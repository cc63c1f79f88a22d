import { readLatex } from '../../shared/src/index.js';
import { OutputStore } from '../../shared/src/reader/sourceMap.js';
import { syntheticLatexManuscript } from './syntheticManuscript.js';
const doc = syntheticLatexManuscript(1_000_000);
let asmT = 0;
const orig = OutputStore.prototype.assemble;
OutputStore.prototype.assemble = function (d, sep) { const t0 = performance.now(); const r = orig.call(this, d, sep); asmT += performance.now() - t0; return r; };
const times: number[] = [];
const asm: number[] = [];
for (let i = 0; i < 40; i++) { asmT = 0; const t0 = performance.now(); readLatex(doc); times.push(performance.now() - t0); asm.push(asmT); }
const s = times.slice(10).sort((a, b) => a - b); const a = asm.slice(10).sort((x, y) => x - y);
console.log('median total', s[15].toFixed(1), 'median assemble', a[15].toFixed(1));
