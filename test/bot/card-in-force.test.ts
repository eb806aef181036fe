// The brief card's selects show what is in force, and a correction that was understood is not
// also complained about. On an open dataset the reader was never tuned to: vega-datasets
// iowa-electricity.csv (US EIA net generation in Iowa by source, one row per source per year,
// 2001 to 2017), read through a real DuckDB workspace with the catalog `threadcount init` drafts
// for it (a row count, then net generation). Windows are end-exclusive (docs/reading.md).
import { mkdtempSync } from 'node:fs';
import { tmpdir } from 'node:os';
import { join } from 'node:path';
import { beforeAll, describe, expect, it } from 'vitest';
import { applyCorrection, planFor } from '../../bot/card-edits.js';
import { buildCard, cardControls } from '../../bot/card.js';
import { readCorrection } from '../../bot/reading/corrections.js';
import { type DatasetFacts, readRequest } from '../../bot/reading/read-request.js';
import { cardChanged } from '../../bot/replies.js';
import { writeIowaConfig } from '../helpers/open-data.js';
import { publicFacts } from '../reading/public-data.js';

const NOW = new Date('2026-12-05T07:00:00Z');
let facts: DatasetFacts;

beforeAll(async () => {
  const config = writeIowaConfig(mkdtempSync(join(tmpdir(), 'tc-card-in-force-')));
  facts = await publicFacts(config);
}, 60_000);

function cardFor(text: string) {
  const brief = readRequest(text, facts, { now: NOW, locale: 'en-IE' });
  const { plan, defaults } = planFor(brief, facts.dataset, facts.coverage, []);
  const card = buildCard(brief, plan, { dataset: facts.dataset, coverage: facts.coverage, locale: 'en-IE', defaults });
  return { brief, plan, card, controls: cardControls(card) };
}

describe('the card\'s selects show the values in force', () => {
  it('a period and a breakdown read from the request are each its select\'s current choice, which sends them back unchanged', () => {
    const { controls } = cardFor('How has net generation moved by source since 2010?');
    const period = controls.find((c) => c.topic === 'period')!;
    const breakdowns = controls.find((c) => c.topic === 'breakdowns')!;
    expect(period.current).toBe('only 2010 to 2017');
    expect(breakdowns.current).toBe('by source');
    for (const c of [period, breakdowns]) expect(c.choices.map((x) => x.value)).toContain(c.current);
    expect(breakdowns.choices.find((x) => x.value === 'by source')!.label).toBe('By source');
    // Sent as typed, each reads back to what the card already holds: 2010 to the end of 2017, by source.
    expect(readCorrection(period.current!, facts, NOW, 'en-IE')).toMatchObject({ window: { window: { start: '2010-01-01', end: '2018-01-01' } }, problems: [], unread: [] });
    expect(readCorrection(breakdowns.current!, facts, NOW, 'en-IE')).toMatchObject({ addDimensions: ['source'], problems: [], unread: [] });
  });

  it('a comparison of two years is shown with its comparison, and no breakdown is shown as "No breakdown"', () => {
    const { controls } = cardFor('net generation in 2016 against 2015');
    const period = controls.find((c) => c.topic === 'period')!;
    expect(period.current).toBe('only 2016 against 2015');
    expect(period.choices[0]!.value).toBe('only 2016 against 2015');
    expect(readCorrection(period.current!, facts, NOW, 'en-IE').window).toEqual({ window: { start: '2016-01-01', end: '2017-01-01' }, compareWindow: { start: '2015-01-01', end: '2016-01-01' } });
    // One source named: net generation across all three would be answered per source (a level each
    // source holds of its own, catalog.ts ownLevelDimension), so the request keeps to one.
    const trend = cardFor('How has nuclear generation moved over time?').controls;
    expect(trend.find((c) => c.topic === 'breakdowns')!.current).toBe('no breakdown');
    expect(trend.find((c) => c.topic === 'period')!.current).toBe('all the data');
  });
});

describe('a correction that was understood', () => {
  it('"by source, only 2010 to 2017" changes the breakdown and the period and complains about no date', () => {
    const { brief, plan } = cardFor('How has net generation moved over time?');
    const words = 'by source, only 2010 to 2017';
    const c = readCorrection(words, facts, NOW, 'en-IE', brief);
    expect(c).toMatchObject({ addDimensions: ['source'], window: { window: { start: '2010-01-01', end: '2018-01-01' } }, problems: [], unread: [] });
    expect(c.deadline).toBeUndefined();
    const edit = applyCorrection(brief, c, plan, [], { dataset: facts.dataset, coverage: facts.coverage, locale: 'en-IE', words });
    expect(edit.problems).toEqual([]);
    const reply = cardChanged(edit.changes, edit.problems);
    expect(reply).toMatch(/source/);
    expect(reply).not.toMatch(/as a date|couldn't read/);
  });

  it('while a "by" that reads as nothing else is still taken for a deadline, and a wrong one is said back', () => {
    expect(readCorrection('by 2026-12-18', facts, NOW, 'en-IE')).toMatchObject({ deadline: '2026-12-18', problems: [] });
    expect(readCorrection('by the blue moon', facts, NOW, 'en-IE').problems.join(' ')).toMatch(/couldn't read "by the blue moon" as a date/);
  });
});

--------------------

## TASK ITEM
Every line holding the word "text" should be copied out of the material.

## ANSWER TO THIS TASK
function cardFor(text: string) {
  const brief = readRequest(text, facts, { now: NOW, locale: 'en-IE' });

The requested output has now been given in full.